■ Work to be completed ■
Even where a line looks wrong, copy it exactly and include every entry.

--- Provided records ---

import {
  OBJECT_STATUSES,
  OBJECT_STATUS_LABELS,
  OBJECT_TYPES,
  OBJECT_TYPE_LABELS,
  RegisterAddressSchema,
  REGISTER_BOARD_GRADES,
  REGISTER_GLAZINGS,
  REGISTER_METHODS,
} from "@shared/schemas/objects.ts";
import { ATTACHMENT_METHOD_LABELS, BOARD_GRADE_LABELS, GLAZING_TYPE_LABELS } from "@shared/schemas/mountings.ts";
import { can, isStudio } from "@shared/permissions.ts";
import { useMe } from "@/features/session/api/session.ts";
import { useStudio } from "@/features/settings/api/settings.ts";
import { useObjects } from "@/features/objects/api/objects.ts";
import { studioToday } from "@/lib/today.ts";
import { useClients } from "@/features/clients/api/clients.ts";
import { ObjectsTable, type SortKey } from "@/features/objects/components/objects-table.tsx";
import { SearchInput } from "@/components/ui/field.tsx";
import { ClearFilters, EnumFilter, RecordFilter } from "@/components/ui/filters.tsx";
import { ListSection, noItems, PageHeader } from "@/components/ui/list-page.tsx";
import { ButtonLink } from "@/components/ui/button.tsx";
import { EmptyState } from "@/components/ui/feedback.tsx";
import { Pagination } from "@/components/ui/pagination.tsx";
import { useSearchState, useSearchText } from "@/lib/use-search-state.ts";
import { DocumentButton } from "@/features/documents/components/document-button.tsx";
import { LabelButton } from "@/features/documents/components/label-button.tsx";
import { LABEL_SHEET_MAX } from "@shared/schemas/documents.ts";

const PAGE_SIZE = 50;
/** "Last mounted" opens newest first: recent mountings are the ones usually asked about. */
const FIRST_DIR: Partial<Record<SortKey, "asc" | "desc">> = { lastMountedOn: "desc" };

/** The register's address: the shared list query's fields, with "due for a check" as a switch (the day is the studio's today). */
const RegisterSearchSchema = RegisterAddressSchema;
const NAMES = { objectType: "type", clientId: "client", boardGrade: "board" } as const;

export function Component() {
  const { data: user } = useMe();
  const studio = !!user && isStudio(user);
  const { unit } = useStudio();
  const { state, set: update } = useSearchState(RegisterSearchSchema, { names: NAMES });
  const { sort, dir, page, status, objectType, clientId, method, boardGrade, glazing } = state;
  const search = useSearchText(state.q, (q) => update({ q }));
  const debouncedQ = search.debounced;
  const due = state.due === "1";
  // The server has no clock for "due": a check due today is due wherever the framer is.
  const today = studioToday();

  const list = useObjects({
    q: debouncedQ || undefined,
    status,
    objectType,
    clientId,
    method,
    boardGrade,
    glazing,
    checkDueBy: due ? today : undefined,
    sort,
    dir,
    page,
    pageSize: PAGE_SIZE,
  });
  const clients = useClients(studio);
  const title = studio ? "Register" : user?.role === "registrar" ? "Collection" : "My collection";
  const filtered = !!(debouncedQ || status || objectType || clientId || method || boardGrade || glazing || due);
  // A schedule of values is one owner's: the chosen owner for the studio, the signed-in client's own otherwise.
  const scheduleOwner = studio ? clientId : (user?.clientId ?? undefined);
  const mayValue = !!scheduleOwner && can(user, "valuation:read", { clientId: scheduleOwner });
  const scheduleFilter = { q: debouncedQ || undefined, status, objectType, method, boardGrade, glazing, checkDueBy: due ? today : undefined };

  return (
    <div className="space-y-5">
      <PageHeader
        title={title}
        intro={studio ? "Every object the studio has recorded. Search by object number, title or maker." : "The objects recorded for you by the studio."}
        actions={
          <div className="flex flex-wrap items-start gap-3">
            {mayValue && scheduleOwner ? (
              <DocumentButton
                url={`/api/clients/${scheduleOwner}/documents/schedule`}
                body={scheduleFilter}
                label={Object.values(scheduleFilter).some(Boolean) ? "Schedule of values for these objects (PDF)" : "Schedule of values (PDF)"}
                fallbackName="schedule-of-values.pdf"
              />
            ) : studio ? (
              <span className="max-w-56 text-xs text-graphite">Choose an owner to produce a schedule of values for the objects shown.</span>
            ) : null}
            {can(user, "label:print") && filtered && list.data && list.data.total > 0 && list.data.total <= LABEL_SHEET_MAX ? (
              <LabelButton
                url="/api/documents/label-sheet"
                body={{ ...scheduleFilter, clientId }}
                label={`Back labels for these ${list.data.total} object${list.data.total === 1 ? "" : "s"} (PDF)`}
                fallbackName="back-labels.pdf"
                compact
              />
            ) : null}
            {can(user, "object:create") && <ButtonLink to="/objects/new">New object</ButtonLink>}
          </div>
        }
      />

      <search aria-label="Search the register" className="flex flex-wrap items-center gap-3">
        <label className="sr-only" htmlFor="register-search">
          Search objects
        </label>
        <SearchInput id="register-search" placeholder="Object number, title or maker" value={search.text} onChange={(e) => search.setText(e.target.value)} className="max-w-sm" />
        {studio && <RecordFilter label="Owner" any="All owners" items={clients.data} value={clientId} onChange={(v) => update({ clientId: v })} />}
        <EnumFilter label="Status" any="Any status" values={OBJECT_STATUSES} labels={OBJECT_STATUS_LABELS} value={status} onChange={(v) => update({ status: v })} />
        <EnumFilter label="Object type" any="Any type" values={OBJECT_TYPES} labels={OBJECT_TYPE_LABELS} value={objectType} onChange={(v) => update({ objectType: v })} />
        <EnumFilter label="Method" any="Any method" values={REGISTER_METHODS} labels={ATTACHMENT_METHOD_LABELS} value={method} onChange={(v) => update({ method: v })} />
        <EnumFilter label="Board grade" any="Any board" values={REGISTER_BOARD_GRADES} labels={BOARD_GRADE_LABELS} value={boardGrade} onChange={(v) => update({ boardGrade: v })} />
        <EnumFilter label="Glazing" any="Any glazing" values={REGISTER_GLAZINGS} labels={GLAZING_TYPE_LABELS} value={glazing} onChange={(v) => update({ glazing: v })} />
        <label className="inline-flex items-center gap-2 text-sm text-ink-soft">
          <input type="checkbox" className="h-4 w-4 accent-accent" checked={due} onChange={(e) => update({ due: e.target.checked ? "1" : undefined })} />
          Due for a check
        </label>
        <ClearFilters
          shown={filtered}
          onClear={() => {
            search.setText("");
            update({ q: undefined, status: undefined, objectType: undefined, clientId: undefined, method: undefined, boardGrade: undefined, glazing: undefined, due: undefined });
          }}
        />
      </search>

      <ListSection
        label="Objects"
        busy={list.isFetching}
        query={list}
        errorTitle="The register could not be loaded"
        isEmpty={noItems}
        empty={
          due && !(debouncedQ || status || objectType || clientId || method || boardGrade || glazing) ? (
            <EmptyState title="No object is due for a check">Every object with a planned check has it after today.</EmptyState>
          ) : filtered ? (
            <EmptyState title="No object matches">Try fewer words, or clear the filters.</EmptyState>
          ) : (
            <EmptyState title="No objects yet" action={can(user, "object:create") ? <ButtonLink to="/objects/new">Record the first object</ButtonLink> : undefined}>
              The register lists every work the studio receives, with its catalogue, mount and condition history.
            </EmptyState>
          )
        }
      >
        {(data) => (
          <>
            <ObjectsTable
              items={data.items}
              unit={unit}
              sort={sort}
              dir={dir}
              showOwner={studio}
              today={today}
              onSort={(k) => update({ sort: k, dir: sort === k ? (dir === "asc" ? "desc" : "asc") : (FIRST_DIR[k] ?? "asc") })}
            />
            <Pagination page={page} pageSize={PAGE_SIZE} total={data.total} onPage={(p) => update({ page: p }, null)} />
          </>
        )}
      </ListSection>
    </div>
  );
}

---

■ Response for this exercise ■
import {
  OBJECT_STATUSES,
  OBJECT_STATUS_LABELS,
  OBJECT_TYPES,
  OBJECT_TYPE_LABELS,
  RegisterAddressSchema,
  REGISTER_BOARD_GRADES,
  REGISTER_GLAZINGS,
  REGISTER_METHODS,
} from "@shared/schemas/objects.ts";
import { ATTACHMENT_METHOD_LABELS, BOARD_GRADE_LABELS, GLAZING_TYPE_LABELS } from "@shared/schemas/mountings.ts";
import { can, isStudio } from "@shared/permissions.ts";
import { useMe } from "@/features/session/api/session.ts";
import { useStudio } from "@/features/settings/api/settings.ts";
import { useObjects } from "@/features/objects/api/objects.ts";
import { studioToday } from "@/lib/today.ts";
import { useClients } from "@/features/clients/api/clients.ts";
import { ObjectsTable, type SortKey } from "@/features/objects/components/objects-table.tsx";
import { SearchInput } from "@/components/ui/field.tsx";
import { ClearFilters, EnumFilter, RecordFilter } from "@/components/ui/filters.tsx";
import { ListSection, noItems, PageHeader } from "@/components/ui/list-page.tsx";
import { ButtonLink } from "@/components/ui/button.tsx";
import { EmptyState } from "@/components/ui/feedback.tsx";
import { Pagination } from "@/components/ui/pagination.tsx";
import { useSearchState, useSearchText } from "@/lib/use-search-state.ts";
import { DocumentButton } from "@/features/documents/components/document-button.tsx";
import { LabelButton } from "@/features/documents/components/label-button.tsx";
import { LABEL_SHEET_MAX } from "@shared/schemas/documents.ts";

const PAGE_SIZE = 50;
/** "Last mounted" opens newest first: recent mountings are the ones usually asked about. */
const FIRST_DIR: Partial<Record<SortKey, "asc" | "desc">> = { lastMountedOn: "desc" };

/** The register's address: the shared list query's fields, with "due for a check" as a switch (the day is the studio's today). */
const RegisterSearchSchema = RegisterAddressSchema;
const NAMES = { objectType: "type", clientId: "client", boardGrade: "board" } as const;

export function Component() {
  const { data: user } = useMe();
  const studio = !!user && isStudio(user);
  const { unit } = useStudio();
  const { state, set: update } = useSearchState(RegisterSearchSchema, { names: NAMES });
  const { sort, dir, page, status, objectType, clientId, method, boardGrade, glazing } = state;
  const search = useSearchText(state.q, (q) => update({ q }));
  const debouncedQ = search.debounced;
  const due = state.due === "1";
  // The server has no clock for "due": a check due today is due wherever the framer is.
  const today = studioToday();

  const list = useObjects({
    q: debouncedQ || undefined,
    status,
    objectType,
    clientId,
    method,
    boardGrade,
    glazing,
    checkDueBy: due ? today : undefined,
    sort,
    dir,
    page,
    pageSize: PAGE_SIZE,
  });
  const clients = useClients(studio);
  const title = studio ? "Register" : user?.role === "registrar" ? "Collection" : "My collection";
  const filtered = !!(debouncedQ || status || objectType || clientId || method || boardGrade || glazing || due);
  // A schedule of values is one owner's: the chosen owner for the studio, the signed-in client's own otherwise.
  const scheduleOwner = studio ? clientId : (user?.clientId ?? undefined);
  const mayValue = !!scheduleOwner && can(user, "valuation:read", { clientId: scheduleOwner });
  const scheduleFilter = { q: debouncedQ || undefined, status, objectType, method, boardGrade, glazing, checkDueBy: due ? today : undefined };

  return (
    <div className="space-y-5">
      <PageHeader
        title={title}
        intro={studio ? "Every object the studio has recorded. Search by object number, title or maker." : "The objects recorded for you by the studio."}
        actions={
          <div className="flex flex-wrap items-start gap-3">
            {mayValue && scheduleOwner ? (
              <DocumentButton
                url={`/api/clients/${scheduleOwner}/documents/schedule`}
                body={scheduleFilter}
                label={Object.values(scheduleFilter).some(Boolean) ? "Schedule of values for these objects (PDF)" : "Schedule of values (PDF)"}
                fallbackName="schedule-of-values.pdf"
              />
            ) : studio ? (
              <span className="max-w-56 text-xs text-graphite">Choose an owner to produce a schedule of values for the objects shown.</span>
            ) : null}
            {can(user, "label:print") && filtered && list.data && list.data.total > 0 && list.data.total <= LABEL_SHEET_MAX ? (
              <LabelButton
                url="/api/documents/label-sheet"
                body={{ ...scheduleFilter, clientId }}
                label={`Back labels for these ${list.data.total} object${list.data.total === 1 ? "" : "s"} (PDF)`}
                fallbackName="back-labels.pdf"
                compact
              />
            ) : null}
            {can(user, "object:create") && <ButtonLink to="/objects/new">New object</ButtonLink>}
          </div>
        }
      />

      <search aria-label="Search the register" className="flex flex-wrap items-center gap-3">
        <label className="sr-only" htmlFor="register-search">
          Search objects
        </label>
        <SearchInput id="register-search" placeholder="Object number, title or maker" value={search.text} onChange={(e) => search.setText(e.target.value)} className="max-w-sm" />
        {studio && <RecordFilter label="Owner" any="All owners" items={clients.data} value={clientId} onChange={(v) => update({ clientId: v })} />}
        <EnumFilter label="Status" any="Any status" values={OBJECT_STATUSES} labels={OBJECT_STATUS_LABELS} value={status} onChange={(v) => update({ status: v })} />
        <EnumFilter label="Object type" any="Any type" values={OBJECT_TYPES} labels={OBJECT_TYPE_LABELS} value={objectType} onChange={(v) => update({ objectType: v })} />
        <EnumFilter label="Method" any="Any method" values={REGISTER_METHODS} labels={ATTACHMENT_METHOD_LABELS} value={method} onChange={(v) => update({ method: v })} />
        <EnumFilter label="Board grade" any="Any board" values={REGISTER_BOARD_GRADES} labels={BOARD_GRADE_LABELS} value={boardGrade} onChange={(v) => update({ boardGrade: v })} />
        <EnumFilter label="Glazing" any="Any glazing" values={REGISTER_GLAZINGS} labels={GLAZING_TYPE_LABELS} value={glazing} onChange={(v) => update({ glazing: v })} />
        <label className="inline-flex items-center gap-2 text-sm text-ink-soft">
          <input type="checkbox" className="h-4 w-4 accent-accent" checked={due} onChange={(e) => update({ due: e.target.checked ? "1" : undefined })} />
          Due for a check
        </label>
        <ClearFilters
          shown={filtered}
          onClear={() => {
            search.setText("");
            update({ q: undefined, status: undefined, objectType: undefined, clientId: undefined, method: undefined, boardGrade: undefined, glazing: undefined, due: undefined });
          }}
        />
      </search>

      <ListSection
        label="Objects"
        busy={list.isFetching}
        query={list}
        errorTitle="The register could not be loaded"
        isEmpty={noItems}
        empty={
          due && !(debouncedQ || status || objectType || clientId || method || boardGrade || glazing) ? (
            <EmptyState title="No object is due for a check">Every object with a planned check has it after today.</EmptyState>
          ) : filtered ? (
            <EmptyState title="No object matches">Try fewer words, or clear the filters.</EmptyState>
          ) : (
            <EmptyState title="No objects yet" action={can(user, "object:create") ? <ButtonLink to="/objects/new">Record the first object</ButtonLink> : undefined}>
              The register lists every work the studio receives, with its catalogue, mount and condition history.
            </EmptyState>
          )
        }
      >
        {(data) => (
          <>
            <ObjectsTable
              items={data.items}
              unit={unit}
              sort={sort}
              dir={dir}
              showOwner={studio}
              today={today}
              onSort={(k) => update({ sort: k, dir: sort === k ? (dir === "asc" ? "desc" : "asc") : (FIRST_DIR[k] ?? "asc") })}
            />
            <Pagination page={page} pageSize={PAGE_SIZE} total={data.total} onPage={(p) => update({ page: p }, null)} />
          </>
        )}
      </ListSection>
    </div>
  );
}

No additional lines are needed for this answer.